To optimize the bandwidth further, I’ve assumed that the unused .w channel does not need to be preserved.

OK, maybe it’s not an interesting enough optimization problem, as it is entirely memory bandwidth bound and the above code should take you “almost there”. And as a bandwidth bound problem with a “read once, write once” characteristic it’s only worth doing on the GPU if the data is already there.

That would be easy to achieve if the colors were stored in separate textures. Otherwise I don’t see how the gaps between same-color pixels would allow this trick (see post below).

Maybe you could rearrange the output of the previous step to produce this format. Then again, if you were to change the previous step, integrating the Bayer demosaicing into that would entirely eliminate the bandwidth need of the demosaicing.

Yes. If the data weren’t already on the GPU, it would be impossible to make up for the time spent on piping the data through PCIe.

Doh - yes of course it is as simple as that!
I had the gridsize generated from the image size as a side effect of reading the raw data so it was also used to allocate the textures, hadn’t occurred to me that the grid doesn’t need to be the texture_dimensions/blocksize.

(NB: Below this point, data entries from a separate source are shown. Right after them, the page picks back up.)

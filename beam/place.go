package beam

import (
	"slices"

	"soffit.example/bars"
	"soffit.example/units"
)

// enclose sets the stirrup that the bars of a trial lie in, and with it the
// cover: the brief's own, or the least by which the code accepts the stirrup
// and the bars, of which a single one may ask for more than a wider bundle.
func (t *Trial) enclose(stirrup bars.Size, sizes ...bars.Size) {
	t.Stirrup = stirrup
	t.Cover = t.Brief.Cover
	if t.Cover.IsZero() {
		for i := range sizes {
			t.Cover = t.Cover.Max(t.Code.Cover(t.Problem, stirrup, sizes[i]))
		}
	}
}

// cage is the stirrup as the bars see it.
func (t *Trial) cage() bars.Cage {
	c := bars.Cage{
		Width: t.Brief.Section.Width, Depth: t.Brief.Section.Depth,
		SideCover: t.Cover, FaceCover: t.Cover, Stirrup: t.Stirrup,
	}
	if t.Brief.Readings.TuckedCorner {
		c.Corner = bars.Tucked
	}
	return c
}

// flangeRow is a group of like bars in the flange at a face.
type flangeRow struct {
	size    *bars.Size
	count   int
	spacing units.Length
}

// lay puts layers of bars at a face, and rows of bars in its flange, and reads
// everything else off their coordinates.
func (t *Trial) lay(face Face, layers []bars.Layer, flange []flangeRow, inCompression bool) error {
	f := t.Steel(face)
	*f = FaceSteel{Face: face, Rows: f.Rows[:0], Fit: f.Fit, Flange: f.Flange[:0]}
	if len(layers) == 0 {
		f.Fit = bars.Fit{Bars: f.Fit.Bars[:0], Layers: f.Fit.Layers[:0]}
		return nil
	}
	cage := t.cage()
	if err := f.Fit.Lay(&cage, layers, t.Code.Gaps(t.Problem)); err != nil {
		return err
	}
	f.InCompression = inCompression
	f.Area, f.Centroid, f.Count = f.Fit.Area, f.Fit.Centroid, len(f.Fit.Bars)
	f.Nearest, f.Farthest = f.Fit.Bars[0].Y, f.Fit.Bars[0].Y
	f.Largest, f.Smallest = f.Fit.Bars[0].Size, f.Fit.Bars[0].Size
	for i := range f.Fit.Bars {
		b := &f.Fit.Bars[i]
		f.Nearest = f.Nearest.Min(b.Y)
		if f.Fit.Layers[b.Layer-1].Count > 1 {
			f.Farthest = f.Farthest.Max(b.Y)
		}
		if f.Largest.Diameter.Less(b.Size.Diameter) {
			f.Largest = b.Size
		}
		if b.Size.Diameter.Less(f.Smallest.Diameter) {
			f.Smallest = b.Size
		}
		t.count(f, b)
	}
	t.layFlange(f, flange)
	return nil
}

// count adds a bar to the row of its size, layer and height.
func (t *Trial) count(f *FaceSteel, b *bars.Placed) {
	for i := len(f.Rows) - 1; i >= 0 && f.Rows[i].Layer == b.Layer; i-- {
		if r := &f.Rows[i]; r.Size == b.Size && r.Height == b.Y {
			r.Count++
			r.Area = bars.TotalArea(bars.Group{Size: r.Size, Count: r.Count})
			return
		}
	}
	f.Rows = append(f.Rows, RowSteel{
		Size: b.Size, Count: 1, Layer: b.Layer, Height: b.Y, Area: b.Size.Area, Yield: t.yieldOf(f.Face, b.Layer, b.Size.Name),
	})
}

// layFlange adds rows of bars in the flange beside the web, at the level of the
// first layer.
func (t *Trial) layFlange(f *FaceSteel, rows []flangeRow) {
	if len(rows) == 0 {
		return
	}
	first := &f.Fit.Layers[0]
	left, right := f.Fit.Bars[first.First].X, f.Fit.Bars[first.First+first.Count-1].X
	overLeft, overRight := t.Brief.Section.Overhangs(f.Face)
	moment := f.Area.In(units.SquareMetre) * f.Centroid.In(units.Metre)
	for i := range rows {
		r := &rows[i]
		y := t.Cover.Add(t.Stirrup.Diameter).Add(r.size.Diameter.Scale(0.5))
		onLeft := (r.count + 1) / 2
		switch {
		case overLeft.IsZero():
			onLeft = 0
		case overRight.IsZero():
			onLeft = r.count
		}
		for k := range r.count {
			x := &right
			if k < onLeft {
				left, x = left.Sub(r.spacing), &left
			} else {
				right = right.Add(r.spacing)
			}
			f.Flange = append(f.Flange, FlangeBar{Size: *r.size, X: *x, Y: y, Row: i})
		}
		area := bars.TotalArea(bars.Group{Size: *r.size, Count: r.count})
		f.Rows = append(f.Rows, RowSteel{
			Size: *r.size, Count: r.count, Layer: 1, Height: y, Area: area, Yield: t.yieldOf(f.Face, 0, r.size.Name), Flange: true,
		})
		f.Area, f.Count = f.Area.Add(area), f.Count+r.count
		moment += area.In(units.SquareMetre) * y.In(units.Metre)
		f.Nearest = f.Nearest.Min(y)
	}
	f.Centroid = units.Metre.Of(moment / f.Area.In(units.SquareMetre))
	slices.SortFunc(f.Flange, func(a, b FlangeBar) int { return a.X.Compare(b.X) })
}
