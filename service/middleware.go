package service

import (
	"crypto/rand"
	"encoding/hex"
	"fmt"
	"log/slog"
	"net"
	"net/http"
	"runtime/debug"
	"slices"
	"strings"
	"time"
)

// guard puts what every request passes round the router, the outermost last.
func (s *Service) guard(router http.Handler, hosts []string) http.Handler {
	if len(hosts) == 0 {
		hosts = []string{"localhost", "127.0.0.1", "::1"}
	}
	h := s.sameOrigin(router)
	h = s.knownHost(h, hosts)
	h = s.recovered(h)
	h = securityHeaders(h)
	return s.logged(h)
}

// recorder remembers the status of a reply.
type recorder struct {
	http.ResponseWriter
	status int
}

func (r *recorder) WriteHeader(status int) {
	if r.status == 0 || r.status < 200 { // an informational status is not the last
		r.status = status
	}
	r.ResponseWriter.WriteHeader(status)
}

func (r *recorder) Write(p []byte) (int, error) {
	if r.status == 0 {
		r.status = http.StatusOK
	}
	return r.ResponseWriter.Write(p)
}

// Unwrap lets http.ResponseController reach the connection.
func (r *recorder) Unwrap() http.ResponseWriter { return r.ResponseWriter }

// noteStatus records a status for the log where no reply is sent.
func noteStatus(w http.ResponseWriter, status int) {
	for {
		switch t := w.(type) {
		case *recorder:
			if t.status == 0 {
				t.status = status
			}
			return
		case interface{ Unwrap() http.ResponseWriter }:
			w = t.Unwrap()
		default:
			return
		}
	}
}

const requestIDHeader = "X-Request-Id"

func requestID(w http.ResponseWriter) string { return w.Header().Get(requestIDHeader) }

// logged gives each request its id and writes a line about it. The query is
// not logged: it may carry what is nobody's business.
func (s *Service) logged(next http.Handler) http.Handler {
	return http.HandlerFunc(func(w http.ResponseWriter, r *http.Request) {
		start := time.Now()
		id := r.Header.Get(requestIDHeader)
		if !wellFormedID(id) {
			id = newID()
		}
		w.Header().Set(requestIDHeader, id)
		rec := &recorder{ResponseWriter: w}
		next.ServeHTTP(rec, r)
		level := slog.LevelInfo
		if rec.status >= 500 && rec.status != http.StatusServiceUnavailable {
			level = slog.LevelError
		}
		s.log.LogAttrs(r.Context(), level, "request",
			slog.String("request", id), slog.String("method", r.Method), slog.String("path", r.URL.Path),
			slog.Int("status", rec.status), slog.Duration("took", time.Since(start)), slog.String("client", r.RemoteAddr))
	})
}

// wellFormedID says which ids of clients are taken over: others would let a
// client write what it likes into the log and the reply.
func wellFormedID(id string) bool {
	if id == "" || len(id) > 64 {
		return false
	}
	return strings.IndexFunc(id, func(r rune) bool {
		return !(r >= 'a' && r <= 'z' || r >= 'A' && r <= 'Z' || r >= '0' && r <= '9' || strings.ContainsRune("._-", r))
	}) < 0
}

func newID() string {
	var b [12]byte
	_, _ = rand.Read(b[:]) // never fails
	return hex.EncodeToString(b[:])
}

// recovered turns a panic into a problem that says nothing of the inside.
func (s *Service) recovered(next http.Handler) http.Handler {
	return http.HandlerFunc(func(w http.ResponseWriter, r *http.Request) {
		defer func() {
			p := recover()
			if p == nil {
				return
			}
			if p == http.ErrAbortHandler { // net/http's own way to cut a reply short
				panic(p)
			}
			s.log.LogAttrs(r.Context(), slog.LevelError, "panic", slog.String("request", requestID(w)),
				slog.Any("panic", p), slog.String("stack", string(debug.Stack())))
			if rec, ok := w.(*recorder); ok && rec.status != 0 {
				panic(http.ErrAbortHandler) // the reply has begun: cut it, so that it is not taken for whole
			}
			s.fail(w, r, fmt.Errorf("service: panic: %v", p))
		}()
		next.ServeHTTP(w, r)
	})
}

// securityHeaders are harmless to programs and stop a browser from making
// more of a reply than it is.
func securityHeaders(next http.Handler) http.Handler {
	return http.HandlerFunc(func(w http.ResponseWriter, r *http.Request) {
		h := w.Header()
		h.Set("X-Content-Type-Options", "nosniff")
		h.Set("Referrer-Policy", "no-referrer")
		h.Set("Content-Security-Policy", "default-src 'none'; frame-ancestors 'none'; base-uri 'none'; form-action 'none'")
		h.Set("Cross-Origin-Resource-Policy", "same-origin")
		next.ServeHTTP(w, r)
	})
}

// knownHost turns away requests addressed to a name that is not ours: a web
// page can make its own name resolve to this machine, and then is same-origin
// with it. Probes address machines by number and learn nothing, so they pass.
func (s *Service) knownHost(next http.Handler, hosts []string) http.Handler {
	return http.HandlerFunc(func(w http.ResponseWriter, r *http.Request) {
		if r.URL.Path != "/healthz" && r.URL.Path != "/readyz" && !slices.ContainsFunc(hosts, func(h string) bool { return strings.EqualFold(h, hostOf(r.Host)) }) {
			s.fail(w, r, &problem{kind: wrongHost, detail: fmt.Sprintf("the request is addressed to %q, which is not a name of this service", clip(r.Host))})
			return
		}
		next.ServeHTTP(w, r)
	})
}

// hostOf is the host of a Host header, without port and brackets.
func hostOf(header string) string {
	if host, _, err := net.SplitHostPort(header); err == nil {
		return host
	}
	return strings.TrimSuffix(strings.TrimPrefix(header, "["), "]")
}

// sameOrigin turns away what a browser sends for a page of another origin.
func (s *Service) sameOrigin(next http.Handler) http.Handler {
	protect := http.NewCrossOriginProtection()
	return http.HandlerFunc(func(w http.ResponseWriter, r *http.Request) {
		if err := protect.Check(r); err != nil {
			s.fail(w, r, &problem{kind: crossOrigin, detail: "requests of web pages are taken from this service's own pages only"})
			return
		}
		next.ServeHTTP(w, r)
	})
}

Ironically the original code wasn’t that slow - the cuda timing function returns millisecs on Windows not seconds.
The 4-in-1 replacement is exactly the same speed, but much neater.

Thank you

I don’t see how to solve that one, but you can let the texture unit do the average of two horizontal or vertical pixels by using floating point coordinates halfway between two pixels. To bridge the vertical gap, you can just redefine the texture with half as many rows and twice as many columns. Bridging the horizontal gap requires using uchar2 as the texture type.

Given that this kernel is (texture) bandwidth limited and has plenty of spare arithmetic capacity, about the same speed can probably achieved by just reusing previous values from texture interpolations with identical coordinates in the above kernel.

Since the red (or blue) pixels in the Bayer mask are essentially a 1/2 resolution version of the image I thought you could use textures to generate a full size image using the hardware bilinear texture unit.

But this would mean copying all the reds into a contiguous array and then re-shuffling the resulting red/green/blue planes back into a single RBG(A) image - which would take longer than the CUDA code above.

I just wondered if there was a clever trick using some stepping parameter to do this in one pass - that everyone else knew about except me!

That is what I was talking about in my previous post. Instead of reshuffling the data, you use the tricks mentioned above to get the texture unit to interpolate between pixels that are not adjacent.

I do not expect a speedup from this though, as arithmetic operations are not a limiting factor in the above kernel (memory bandwidth is).

More is probably gained from aggregating the two writes to horizontally adjacent pixels into one write of a 64bit data type.